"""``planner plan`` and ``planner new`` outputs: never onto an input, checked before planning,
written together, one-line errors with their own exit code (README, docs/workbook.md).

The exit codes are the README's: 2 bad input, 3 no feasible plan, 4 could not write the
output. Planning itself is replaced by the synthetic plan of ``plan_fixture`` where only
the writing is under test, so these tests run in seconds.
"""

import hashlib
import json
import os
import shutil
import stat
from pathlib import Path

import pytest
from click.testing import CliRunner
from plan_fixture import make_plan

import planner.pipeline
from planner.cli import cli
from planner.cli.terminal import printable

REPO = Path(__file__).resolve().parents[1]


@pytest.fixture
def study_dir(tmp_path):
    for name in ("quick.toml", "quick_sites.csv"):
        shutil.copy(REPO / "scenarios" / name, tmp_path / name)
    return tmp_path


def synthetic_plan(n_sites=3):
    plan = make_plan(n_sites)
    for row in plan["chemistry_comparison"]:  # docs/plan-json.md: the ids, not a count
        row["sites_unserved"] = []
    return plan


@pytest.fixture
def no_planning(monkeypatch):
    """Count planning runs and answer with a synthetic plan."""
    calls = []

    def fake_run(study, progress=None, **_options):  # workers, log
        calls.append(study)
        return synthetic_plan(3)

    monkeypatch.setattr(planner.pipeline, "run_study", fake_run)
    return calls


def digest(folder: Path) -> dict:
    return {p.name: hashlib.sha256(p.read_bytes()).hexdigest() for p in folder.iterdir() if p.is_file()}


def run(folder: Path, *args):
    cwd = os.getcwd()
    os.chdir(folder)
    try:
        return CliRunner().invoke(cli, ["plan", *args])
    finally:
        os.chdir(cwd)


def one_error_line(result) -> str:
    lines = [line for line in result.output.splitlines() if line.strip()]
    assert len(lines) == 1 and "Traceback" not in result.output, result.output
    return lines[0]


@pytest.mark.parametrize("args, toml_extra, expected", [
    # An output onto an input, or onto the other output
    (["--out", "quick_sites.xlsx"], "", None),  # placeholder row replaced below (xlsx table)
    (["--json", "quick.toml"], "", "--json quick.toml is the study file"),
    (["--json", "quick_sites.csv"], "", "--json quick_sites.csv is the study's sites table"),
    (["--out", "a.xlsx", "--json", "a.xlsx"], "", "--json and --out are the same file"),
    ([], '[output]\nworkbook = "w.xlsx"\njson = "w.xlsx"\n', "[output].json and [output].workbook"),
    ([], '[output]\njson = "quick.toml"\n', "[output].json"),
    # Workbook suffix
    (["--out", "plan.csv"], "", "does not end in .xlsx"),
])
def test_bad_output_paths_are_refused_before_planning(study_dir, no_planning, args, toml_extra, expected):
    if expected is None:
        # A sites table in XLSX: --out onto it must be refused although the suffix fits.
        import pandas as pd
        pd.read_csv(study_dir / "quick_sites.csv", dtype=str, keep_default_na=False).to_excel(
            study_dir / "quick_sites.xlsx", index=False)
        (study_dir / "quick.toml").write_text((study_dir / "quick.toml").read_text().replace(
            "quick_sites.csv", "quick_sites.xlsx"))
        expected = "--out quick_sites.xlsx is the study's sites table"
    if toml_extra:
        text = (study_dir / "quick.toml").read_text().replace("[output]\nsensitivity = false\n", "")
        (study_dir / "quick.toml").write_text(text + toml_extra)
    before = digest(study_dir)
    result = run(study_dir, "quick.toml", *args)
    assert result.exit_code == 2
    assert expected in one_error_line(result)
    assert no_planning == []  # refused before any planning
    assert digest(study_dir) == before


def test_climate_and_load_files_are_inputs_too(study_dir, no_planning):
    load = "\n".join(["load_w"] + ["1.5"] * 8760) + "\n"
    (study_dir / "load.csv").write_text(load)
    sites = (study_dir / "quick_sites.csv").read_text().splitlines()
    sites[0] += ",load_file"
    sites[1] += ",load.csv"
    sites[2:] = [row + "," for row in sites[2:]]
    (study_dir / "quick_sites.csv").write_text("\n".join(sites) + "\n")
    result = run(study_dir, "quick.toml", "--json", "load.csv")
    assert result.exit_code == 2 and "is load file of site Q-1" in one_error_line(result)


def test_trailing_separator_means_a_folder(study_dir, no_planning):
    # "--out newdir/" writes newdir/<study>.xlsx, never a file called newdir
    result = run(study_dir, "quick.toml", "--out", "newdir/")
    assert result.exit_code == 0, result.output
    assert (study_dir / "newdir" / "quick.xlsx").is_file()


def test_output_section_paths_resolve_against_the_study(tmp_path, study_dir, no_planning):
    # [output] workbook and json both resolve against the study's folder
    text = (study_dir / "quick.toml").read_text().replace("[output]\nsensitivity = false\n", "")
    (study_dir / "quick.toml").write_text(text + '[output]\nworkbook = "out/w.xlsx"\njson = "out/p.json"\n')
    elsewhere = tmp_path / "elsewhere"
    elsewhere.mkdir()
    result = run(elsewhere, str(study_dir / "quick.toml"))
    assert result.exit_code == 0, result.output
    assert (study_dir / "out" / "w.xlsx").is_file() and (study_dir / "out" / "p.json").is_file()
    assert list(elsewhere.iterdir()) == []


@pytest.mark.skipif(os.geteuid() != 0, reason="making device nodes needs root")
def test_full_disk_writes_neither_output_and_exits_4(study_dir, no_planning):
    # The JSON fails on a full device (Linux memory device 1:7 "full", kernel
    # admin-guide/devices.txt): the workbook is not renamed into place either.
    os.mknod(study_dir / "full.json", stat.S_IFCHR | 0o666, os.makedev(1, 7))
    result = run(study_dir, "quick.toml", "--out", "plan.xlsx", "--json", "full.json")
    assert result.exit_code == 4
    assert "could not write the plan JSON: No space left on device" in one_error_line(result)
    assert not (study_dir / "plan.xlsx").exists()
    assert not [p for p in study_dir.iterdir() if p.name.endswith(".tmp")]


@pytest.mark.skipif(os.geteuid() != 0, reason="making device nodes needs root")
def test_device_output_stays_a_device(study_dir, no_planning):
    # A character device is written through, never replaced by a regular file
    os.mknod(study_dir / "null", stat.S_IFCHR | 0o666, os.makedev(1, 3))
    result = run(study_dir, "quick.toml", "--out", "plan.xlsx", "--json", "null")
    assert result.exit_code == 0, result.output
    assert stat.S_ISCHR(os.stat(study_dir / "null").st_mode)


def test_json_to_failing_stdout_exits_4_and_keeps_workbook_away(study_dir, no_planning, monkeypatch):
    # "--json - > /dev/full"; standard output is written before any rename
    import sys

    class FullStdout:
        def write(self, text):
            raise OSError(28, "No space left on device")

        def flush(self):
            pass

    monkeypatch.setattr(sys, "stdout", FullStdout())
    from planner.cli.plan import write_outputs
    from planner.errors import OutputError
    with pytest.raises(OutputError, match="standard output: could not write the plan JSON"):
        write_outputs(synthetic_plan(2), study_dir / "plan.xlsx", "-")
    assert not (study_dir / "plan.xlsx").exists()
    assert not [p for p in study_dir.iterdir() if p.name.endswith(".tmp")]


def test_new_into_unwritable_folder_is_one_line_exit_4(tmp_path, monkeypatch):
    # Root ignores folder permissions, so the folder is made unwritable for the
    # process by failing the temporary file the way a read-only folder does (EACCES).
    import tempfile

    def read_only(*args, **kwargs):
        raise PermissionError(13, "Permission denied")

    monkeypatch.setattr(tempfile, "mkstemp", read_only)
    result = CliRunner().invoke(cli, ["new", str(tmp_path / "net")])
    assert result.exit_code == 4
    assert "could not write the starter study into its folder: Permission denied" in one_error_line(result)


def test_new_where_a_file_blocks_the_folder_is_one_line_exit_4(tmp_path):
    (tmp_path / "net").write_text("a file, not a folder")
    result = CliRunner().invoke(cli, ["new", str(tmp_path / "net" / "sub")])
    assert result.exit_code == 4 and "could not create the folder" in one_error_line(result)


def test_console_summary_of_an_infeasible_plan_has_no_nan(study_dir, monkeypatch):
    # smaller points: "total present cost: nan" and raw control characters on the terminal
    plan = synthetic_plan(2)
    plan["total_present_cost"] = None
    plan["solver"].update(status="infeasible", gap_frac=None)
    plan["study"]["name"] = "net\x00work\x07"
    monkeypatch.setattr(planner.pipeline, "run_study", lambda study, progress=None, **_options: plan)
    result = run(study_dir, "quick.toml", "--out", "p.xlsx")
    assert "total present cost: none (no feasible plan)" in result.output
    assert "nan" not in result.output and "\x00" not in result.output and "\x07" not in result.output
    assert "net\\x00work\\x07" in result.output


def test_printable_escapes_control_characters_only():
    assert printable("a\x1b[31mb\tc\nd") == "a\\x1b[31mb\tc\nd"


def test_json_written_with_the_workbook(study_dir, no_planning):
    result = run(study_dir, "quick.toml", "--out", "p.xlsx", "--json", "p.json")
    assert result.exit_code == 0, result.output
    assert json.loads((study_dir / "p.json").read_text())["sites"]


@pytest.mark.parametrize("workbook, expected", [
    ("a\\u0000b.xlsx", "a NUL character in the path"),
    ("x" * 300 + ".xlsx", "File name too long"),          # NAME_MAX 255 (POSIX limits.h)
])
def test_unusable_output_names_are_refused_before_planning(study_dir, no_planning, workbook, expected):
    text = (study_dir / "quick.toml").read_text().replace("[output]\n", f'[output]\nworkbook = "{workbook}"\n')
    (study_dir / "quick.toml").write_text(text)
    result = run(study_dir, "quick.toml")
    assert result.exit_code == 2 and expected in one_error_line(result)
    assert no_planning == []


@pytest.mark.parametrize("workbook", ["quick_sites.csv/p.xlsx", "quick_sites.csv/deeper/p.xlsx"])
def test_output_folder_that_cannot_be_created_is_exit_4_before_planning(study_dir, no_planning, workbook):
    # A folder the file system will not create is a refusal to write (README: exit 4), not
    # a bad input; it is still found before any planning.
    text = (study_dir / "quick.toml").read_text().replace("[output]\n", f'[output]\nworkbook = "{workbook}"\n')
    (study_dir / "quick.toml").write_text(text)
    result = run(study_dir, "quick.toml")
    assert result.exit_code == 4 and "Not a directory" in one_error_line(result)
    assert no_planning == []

■ ■ ■

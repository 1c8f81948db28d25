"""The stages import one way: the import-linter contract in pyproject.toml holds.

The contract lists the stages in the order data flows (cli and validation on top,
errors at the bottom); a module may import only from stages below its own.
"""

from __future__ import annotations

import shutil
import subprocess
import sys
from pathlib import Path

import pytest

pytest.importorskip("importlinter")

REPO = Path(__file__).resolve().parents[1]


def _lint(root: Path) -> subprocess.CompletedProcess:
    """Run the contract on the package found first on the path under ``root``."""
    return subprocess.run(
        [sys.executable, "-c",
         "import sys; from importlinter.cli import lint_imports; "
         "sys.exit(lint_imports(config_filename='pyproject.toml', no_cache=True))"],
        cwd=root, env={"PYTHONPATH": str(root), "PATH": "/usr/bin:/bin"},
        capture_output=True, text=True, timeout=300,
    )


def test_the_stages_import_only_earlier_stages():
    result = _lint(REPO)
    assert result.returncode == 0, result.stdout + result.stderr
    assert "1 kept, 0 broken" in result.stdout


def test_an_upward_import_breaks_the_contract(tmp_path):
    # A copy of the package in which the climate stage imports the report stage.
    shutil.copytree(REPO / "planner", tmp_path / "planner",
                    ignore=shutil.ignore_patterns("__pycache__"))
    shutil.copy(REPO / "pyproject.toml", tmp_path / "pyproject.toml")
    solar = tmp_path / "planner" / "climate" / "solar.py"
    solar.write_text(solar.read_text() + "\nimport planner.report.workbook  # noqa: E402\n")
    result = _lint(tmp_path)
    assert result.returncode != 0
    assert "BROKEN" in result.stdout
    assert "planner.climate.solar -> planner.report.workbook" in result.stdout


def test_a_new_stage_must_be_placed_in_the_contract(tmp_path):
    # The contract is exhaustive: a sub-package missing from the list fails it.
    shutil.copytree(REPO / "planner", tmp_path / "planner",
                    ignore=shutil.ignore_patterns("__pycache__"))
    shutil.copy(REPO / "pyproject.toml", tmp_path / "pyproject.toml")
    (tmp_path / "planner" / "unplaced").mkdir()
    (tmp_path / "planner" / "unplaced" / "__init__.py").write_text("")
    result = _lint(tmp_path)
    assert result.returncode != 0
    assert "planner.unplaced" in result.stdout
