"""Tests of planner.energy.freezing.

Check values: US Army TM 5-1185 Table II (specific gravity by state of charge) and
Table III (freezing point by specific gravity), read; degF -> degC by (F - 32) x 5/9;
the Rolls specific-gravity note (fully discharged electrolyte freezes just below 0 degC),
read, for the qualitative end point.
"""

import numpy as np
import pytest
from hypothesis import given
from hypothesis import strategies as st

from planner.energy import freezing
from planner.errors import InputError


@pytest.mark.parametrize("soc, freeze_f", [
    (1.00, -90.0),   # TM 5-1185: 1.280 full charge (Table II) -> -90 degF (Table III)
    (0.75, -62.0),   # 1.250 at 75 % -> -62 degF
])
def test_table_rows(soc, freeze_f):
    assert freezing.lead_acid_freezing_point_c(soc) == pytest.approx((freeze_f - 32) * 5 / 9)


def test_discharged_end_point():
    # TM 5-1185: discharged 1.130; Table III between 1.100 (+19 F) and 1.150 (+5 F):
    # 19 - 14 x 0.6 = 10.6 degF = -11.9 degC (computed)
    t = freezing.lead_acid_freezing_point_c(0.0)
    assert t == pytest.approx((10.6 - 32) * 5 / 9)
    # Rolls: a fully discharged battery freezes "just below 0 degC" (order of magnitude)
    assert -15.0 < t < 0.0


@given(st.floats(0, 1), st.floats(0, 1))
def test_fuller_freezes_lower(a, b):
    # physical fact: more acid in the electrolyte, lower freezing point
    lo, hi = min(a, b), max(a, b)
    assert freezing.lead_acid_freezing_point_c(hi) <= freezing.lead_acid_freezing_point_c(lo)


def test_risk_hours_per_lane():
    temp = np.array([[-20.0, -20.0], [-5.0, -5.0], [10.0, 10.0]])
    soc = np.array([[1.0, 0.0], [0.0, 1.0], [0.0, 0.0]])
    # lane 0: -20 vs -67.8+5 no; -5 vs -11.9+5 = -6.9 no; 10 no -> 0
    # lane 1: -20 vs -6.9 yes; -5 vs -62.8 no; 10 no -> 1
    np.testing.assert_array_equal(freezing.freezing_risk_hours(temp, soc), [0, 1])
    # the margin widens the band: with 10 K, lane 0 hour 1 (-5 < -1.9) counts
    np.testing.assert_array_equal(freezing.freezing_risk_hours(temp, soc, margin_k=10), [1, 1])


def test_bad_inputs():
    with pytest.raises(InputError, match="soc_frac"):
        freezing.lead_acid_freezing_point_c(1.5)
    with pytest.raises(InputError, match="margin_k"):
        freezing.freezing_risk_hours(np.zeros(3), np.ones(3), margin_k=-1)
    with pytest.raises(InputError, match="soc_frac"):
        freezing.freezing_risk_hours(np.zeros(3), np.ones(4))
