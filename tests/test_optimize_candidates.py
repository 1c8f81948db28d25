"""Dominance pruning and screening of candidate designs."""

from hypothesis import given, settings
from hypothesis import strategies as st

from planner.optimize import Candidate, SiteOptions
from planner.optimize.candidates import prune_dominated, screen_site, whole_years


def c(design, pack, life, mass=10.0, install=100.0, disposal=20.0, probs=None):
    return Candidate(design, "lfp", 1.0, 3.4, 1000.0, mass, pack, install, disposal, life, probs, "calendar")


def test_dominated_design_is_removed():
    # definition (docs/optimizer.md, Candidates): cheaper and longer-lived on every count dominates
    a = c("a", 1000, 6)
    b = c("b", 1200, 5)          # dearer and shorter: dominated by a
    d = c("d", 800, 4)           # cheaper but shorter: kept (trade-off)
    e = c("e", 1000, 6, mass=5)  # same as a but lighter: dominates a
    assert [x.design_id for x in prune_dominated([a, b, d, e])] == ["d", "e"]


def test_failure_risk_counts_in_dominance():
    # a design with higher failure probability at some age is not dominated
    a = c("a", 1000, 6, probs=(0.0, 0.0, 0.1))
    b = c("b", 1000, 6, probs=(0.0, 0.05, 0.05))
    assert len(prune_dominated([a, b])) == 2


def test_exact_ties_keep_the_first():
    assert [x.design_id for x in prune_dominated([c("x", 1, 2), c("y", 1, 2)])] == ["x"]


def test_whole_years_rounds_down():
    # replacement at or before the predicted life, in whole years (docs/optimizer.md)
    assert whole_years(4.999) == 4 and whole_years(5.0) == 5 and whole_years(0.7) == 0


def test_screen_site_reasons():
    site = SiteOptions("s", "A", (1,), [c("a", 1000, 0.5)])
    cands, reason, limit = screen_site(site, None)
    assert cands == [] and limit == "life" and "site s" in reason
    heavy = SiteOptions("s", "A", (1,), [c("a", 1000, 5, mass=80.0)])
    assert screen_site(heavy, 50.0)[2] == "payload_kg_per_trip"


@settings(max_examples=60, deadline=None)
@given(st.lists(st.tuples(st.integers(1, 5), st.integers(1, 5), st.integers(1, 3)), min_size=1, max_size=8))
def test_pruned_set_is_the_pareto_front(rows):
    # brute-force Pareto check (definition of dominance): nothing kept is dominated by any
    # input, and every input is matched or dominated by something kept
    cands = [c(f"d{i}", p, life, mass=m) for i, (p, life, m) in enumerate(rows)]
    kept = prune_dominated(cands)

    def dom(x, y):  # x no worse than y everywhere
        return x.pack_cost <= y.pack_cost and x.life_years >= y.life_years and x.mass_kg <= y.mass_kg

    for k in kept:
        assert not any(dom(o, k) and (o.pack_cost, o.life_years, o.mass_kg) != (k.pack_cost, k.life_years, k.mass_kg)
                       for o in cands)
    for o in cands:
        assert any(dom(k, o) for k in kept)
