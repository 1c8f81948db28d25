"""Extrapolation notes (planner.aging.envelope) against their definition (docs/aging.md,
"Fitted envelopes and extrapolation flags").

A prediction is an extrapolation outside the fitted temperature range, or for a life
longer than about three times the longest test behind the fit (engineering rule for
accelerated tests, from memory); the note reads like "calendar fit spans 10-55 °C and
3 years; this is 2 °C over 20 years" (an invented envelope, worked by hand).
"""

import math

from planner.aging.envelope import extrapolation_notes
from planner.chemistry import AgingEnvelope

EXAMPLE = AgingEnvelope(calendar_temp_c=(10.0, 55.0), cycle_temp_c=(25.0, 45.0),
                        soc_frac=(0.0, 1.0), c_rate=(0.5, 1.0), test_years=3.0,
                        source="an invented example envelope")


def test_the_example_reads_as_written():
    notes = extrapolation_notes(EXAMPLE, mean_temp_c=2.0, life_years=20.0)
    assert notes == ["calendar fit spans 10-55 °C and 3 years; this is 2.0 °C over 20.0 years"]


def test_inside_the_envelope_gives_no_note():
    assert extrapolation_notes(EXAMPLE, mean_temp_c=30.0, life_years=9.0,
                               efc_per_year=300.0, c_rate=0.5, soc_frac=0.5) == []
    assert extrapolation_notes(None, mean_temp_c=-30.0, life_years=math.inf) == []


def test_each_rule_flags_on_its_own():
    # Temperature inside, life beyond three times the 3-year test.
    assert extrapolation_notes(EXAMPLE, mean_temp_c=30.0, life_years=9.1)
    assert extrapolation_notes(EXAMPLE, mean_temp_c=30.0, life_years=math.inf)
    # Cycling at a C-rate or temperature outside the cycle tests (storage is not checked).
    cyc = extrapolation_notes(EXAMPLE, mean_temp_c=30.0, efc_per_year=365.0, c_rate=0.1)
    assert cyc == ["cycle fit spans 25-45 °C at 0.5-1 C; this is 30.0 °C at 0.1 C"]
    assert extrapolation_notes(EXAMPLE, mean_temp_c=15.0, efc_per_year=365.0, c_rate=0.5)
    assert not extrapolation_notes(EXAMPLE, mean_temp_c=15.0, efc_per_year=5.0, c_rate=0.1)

■ ■ ■

§ **The problem**: Everything from the line with "in pyproject.toml holds." through the line with "result = _lint(REPO)" in the listing above must be retyped exactly, with nothing added.

§ **Answer to this task**:
"""The stages import one way: the import-linter contract in pyproject.toml holds.

The contract lists the stages in the order data flows (cli and validation on top,
errors at the bottom); a module may import only from stages below its own.
"""

from __future__ import annotations

import shutil
import subprocess
import sys
from pathlib import Path

import pytest

pytest.importorskip("importlinter")

REPO = Path(__file__).resolve().parents[1]


def _lint(root: Path) -> subprocess.CompletedProcess:
    """Run the contract on the package found first on the path under ``root``."""
    return subprocess.run(
        [sys.executable, "-c",
         "import sys; from importlinter.cli import lint_imports; "
         "sys.exit(lint_imports(config_filename='pyproject.toml', no_cache=True))"],
        cwd=root, env={"PYTHONPATH": str(root), "PATH": "/usr/bin:/bin"},
        capture_output=True, text=True, timeout=300,
    )


def test_the_stages_import_only_earlier_stages():
    result = _lint(REPO)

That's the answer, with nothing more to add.